{ Parking for coders only }

active_importer

We all love using YAML or JSON for serializing and storing data that our applications will consume. But the truth is we will often need our apps to consume data coming in different formats.

Spreadsheets are a common example. At Continuum we have faced this scenario a few times. Our clients often want their apps to be able to import data from a source format that they can build and provide themselves. And what data format do they have available, other than Excel, or any other similar spreadsheets software? Let's face it: we need to interface with them wether we like it or not.

In the Ruby world we have the Roo gem, more than enough for reading the most common spreadsheet formats out there. But that's just half the job. The data won't get imported into your data models by magic. And that's where active_importer comes into play.

The basics

At first we needed a simple and generic interface between spreadsheets and our ORM. The simplest approach initially was to give the importer a mapping between spreadsheet columns and a model's attributes. The importer would then handle all the messy work: parsing the spreadsheet's column headers, iterate over the rows, and create new records in the database according to the mapping provided.

We started off by trying to achieve something like this:

class EmployeeImporter < ActiveImporter::Base
  imports Employee
  column 'First name', :first_name
  column 'Last name', :last_name
  column 'Department', :department
end

# That class would later be used in a way like this:
EmployeeImporter.import('/path/to/some/spreadsheet.xlsx')

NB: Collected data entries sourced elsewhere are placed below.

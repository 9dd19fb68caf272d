/** How far a long piece of work has come. */
export interface Progress {
  /** A word for the running stage: `sites`, `growth`, `refine`, `proof`, … */
  readonly stage: string;
  readonly done: number;
  readonly total: number;
}

/** What a long call accepts to report progress and to be stopped. The library never prints and never reads the clock. */
export interface Watch {
  readonly onProgress?: ((progress: Progress) => void) | undefined;
  /** Looked at between steps; any `AbortSignal` fits. */
  readonly signal?: { readonly aborted: boolean } | undefined;
}
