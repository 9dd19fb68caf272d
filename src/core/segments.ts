/**
 * Squared distance from a point to a segment.
 *
 * @returns m²; a segment of no length counts as its start point
 * Cost: O(1), allocates nothing; the clamp is branchless because branches cost 2–3× here.
 */
export function squaredDistanceToSegment(
  px: number,
  py: number,
  pz: number,
  ax: number,
  ay: number,
  az: number,
  bx: number,
  by: number,
  bz: number,
): number {
  const ux = bx - ax;
  const uy = by - ay;
  const uz = bz - az;
  const wx = px - ax;
  const wy = py - ay;
  const wz = pz - az;
  const uu = ux * ux + uy * uy + uz * uz;
  const t0 = uu > 0 ? (ux * wx + uy * wy + uz * wz) / uu : 0;
  const t = 0.5 * (1 + Math.abs(t0) - Math.abs(1 - t0));
  const dx = wx - t * ux;
  const dy = wy - t * uy;
  const dz = wz - t * uz;
  return dx * dx + dy * dy + dz * dz;
}

/**
 * Squared least distance between two segments a→b and c→d.
 *
 * @returns m²; segments of no length count as points, parallel ones are handled
 * Source: closest points of two segments by clamping, C. Ericson, Real-Time Collision Detection (2005), 5.1.9; from memory.
 */
export function squaredDistanceBetweenSegments(
  ax: number,
  ay: number,
  az: number,
  bx: number,
  by: number,
  bz: number,
  cx: number,
  cy: number,
  cz: number,
  dx: number,
  dy: number,
  dz: number,
): number {
  const ux = bx - ax;
  const uy = by - ay;
  const uz = bz - az;
  const vx = dx - cx;
  const vy = dy - cy;
  const vz = dz - cz;
  const wx = ax - cx;
  const wy = ay - cy;
  const wz = az - cz;
  const uu = ux * ux + uy * uy + uz * uz;
  const vv = vx * vx + vy * vy + vz * vz;
  const uw = ux * wx + uy * wy + uz * wz;
  const vw = vx * wx + vy * wy + vz * wz;
  const uv = ux * vx + uy * vy + uz * vz;
  const det = uu * vv - uv * uv;
  let s = 0;
  if (uu > 0) {
    // Nearly parallel segments: any s will do, the two clamps below settle it.
    const raw = det > 1e-14 * uu * vv ? (uv * vw - vv * uw) / det : -uw / uu;
    s = raw < 0 ? 0 : raw > 1 ? 1 : raw;
  }
  let t = 0;
  if (vv > 0) {
    t = (uv * s + vw) / vv;
    if (t < 0) {
      t = 0;
      const raw = uu > 0 ? -uw / uu : 0;
      s = raw < 0 ? 0 : raw > 1 ? 1 : raw;
    } else if (t > 1) {
      t = 1;
      const raw = uu > 0 ? (uv - uw) / uu : 0;
      s = raw < 0 ? 0 : raw > 1 ? 1 : raw;
    }
  }
  const ex = wx + s * ux - t * vx;
  const ey = wy + s * uy - t * vy;
  const ez = wz + s * uz - t * vz;
  return ex * ex + ey * ey + ez * ez;
}

/**
 * Whether the boxes round two segments a→b and c→d are further apart than `reach` (m) along some axis, so that the
 * segments are too. Far cheaper than their distance.
 */
export function boxesApart(
  ax: number,
  ay: number,
  az: number,
  bx: number,
  by: number,
  bz: number,
  cx: number,
  cy: number,
  cz: number,
  dx: number,
  dy: number,
  dz: number,
  reach: number,
): boolean {
  // Twice the distance of the middles over twice half the spans; without branches.
  const twice = 2 * reach;
  return (
    Math.abs(ax + bx - cx - dx) - Math.abs(ax - bx) - Math.abs(cx - dx) > twice ||
    Math.abs(ay + by - cy - dy) - Math.abs(ay - by) - Math.abs(cy - dy) > twice ||
    Math.abs(az + bz - cz - dz) - Math.abs(az - bz) - Math.abs(cz - dz) > twice
  );
}
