type Writers = 'set' | 'fill' | 'copyWithin' | 'reverse' | 'sort';

/** Float64Array that its holder cannot write through. */
export type Reals = Omit<Float64Array, number | Writers> & { readonly [i: number]: number };
/** Int32Array that its holder cannot write through. */
export type Rows = Omit<Int32Array, number | Writers> & { readonly [i: number]: number };
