import seedrandom from 'seedrandom';

/** Draws of one named stream; every stage owns its own, so that a new draw in one moves no other. */
export interface Random {
  /** @returns uniform in [0, 1) */
  next(): number;
  /** Four numbers from which `resume` goes on. */
  state(): number[];
  /** Goes on as the stream whose state this was. */
  resume(state: ArrayLike<number>): void;
}

/**
 * A stream of random numbers that depends on the seed and the stream's name alone.
 *
 * @param seed   the spec's seed, any text
 * @param stream the stage's name, e.g. `sites`
 * Source: Alea generator as shipped by seedrandom; the same on every engine (integer and dyadic arithmetic only).
 */
export function randomStream(seed: string, stream: string): Random {
  let draw = seedrandom.alea(`${stream}\u0000${seed}`, { state: true });
  return {
    next: () => draw(),
    state() {
      const { c, s0, s1, s2 } = draw.state();
      return [c, s0, s1, s2];
    },
    resume(state) {
      draw = seedrandom.alea('', { state: { c: state[0]!, s0: state[1]!, s1: state[2]!, s2: state[3]! } });
    },
  };
}
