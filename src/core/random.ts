import seedrandom from 'seedrandom';

/** Draws of one named stream; every stage owns its own, so that a new draw in one moves no other. */
export interface Random {
  /** @returns uniform in [0, 1) */
  next(): number;
}

/**
 * A stream of random numbers that depends on the seed and the stream's name alone.
 *
 * @param seed   the spec's seed, any text
 * @param stream the stage's name, e.g. `sites`
 * Source: Alea generator as shipped by seedrandom; the same on every engine (integer and dyadic arithmetic only).
 */
export function randomStream(seed: string, stream: string): Random {
  const draw = seedrandom.alea(`${stream}\u0000${seed}`);
  return { next: () => draw() };
}
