// npm run dev: the development server with the demo plant.
import { bin, choosePort, ensureModules, startChild } from "./ensure.mjs";

ensureModules();
const port = await choosePort();
startChild([bin.next, "dev", "-H", "127.0.0.1", "-p", String(port)], { APP_LOCAL: "1" });
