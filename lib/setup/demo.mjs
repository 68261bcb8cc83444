// npm run demo: installs, builds and starts Forebay with the demo plant, then prints its address.
import { bin, choosePort, ensureBuild, ensureModules, startChild, waitForHealth } from "./ensure.mjs";

ensureModules();
const port = await choosePort();
if (ensureBuild() !== 0) process.exit(1);

const child = startChild([bin.next, "start", "-H", "127.0.0.1", "-p", String(port)], { APP_LOCAL: "1" });
try {
  await waitForHealth(port, 120_000);
  console.log(
    `\nForebay is ready: http://127.0.0.1:${port}\nThe sign-in page shows the demo accounts. Stop with Ctrl+C.\n`,
  );
} catch (error) {
  console.error(error instanceof Error ? error.message : error);
  child.kill("SIGTERM");
}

That's a pretty straightforward characterization of the goals described before. We started with this in mind, and developed the library to make that code above come to life.

Associations

But wait, usually in a data model like the one you can infer from the previous example, the department name won't be stored as plain text in each employee record. Instead, one would create a Department data model, and associate each employee with the appropriate department record.

So we cannot directly map the value coming from the spreadsheet (a string with the name of the employee's department), to the employee's department attribute. We need to find the department by that name, and associate it with the employee instead. So we came up with this:

class EmployeeImporter < ActiveImporter::Base
  imports Employee
  column 'First name', :first_name
  column 'Last name', :last_name
  column 'Department', :department do |department_name|
    Department.find_by(name: department_name)
  end
end

By adding a block to our column declaration, we can customize the incoming value before storing it in our data models.

Update instead of create

After a short time this simple approach proved to have some shortcomings. For instance, what if you want the importer to not always create new records? The data in the spreadsheet could refer to already existing records, and the intent in that case is to update those records. What we needed is a way to instruct the importer to find the record, if it exists, or create a new one if it does not.

class EmployeeImporter < ActiveImporter::Base
  imports Employee

  fetch_model do
    Employee.where({
      first_name: row['First name'],
      last_name: row['Last name'],
    }).first_or_initialize
  end

  # ...
end

Here we're instructing the importer to find an employee already registered with the given first and last names. If it exists, then that record is updated. If it does not exist, then a new employee is created instead.

What's next

This was just the tip of the iceberg of what we've done with active_importer. It now supports more complex logic when simple column mappings are not enough. It supports event callbacks, custom parameters, error handling, skipping rows, aborting the import process, and even enabling database transactions. Check out the project's wiki to learn more.

This is still a very young project, with lots of potential to improve in the next few months, and we really hope it will catch the attention of any developers out there needing to implement similar features in their apps. And of course, contributing is really welcome. So feel free to report issues, suggest new features, or even submit pull requests.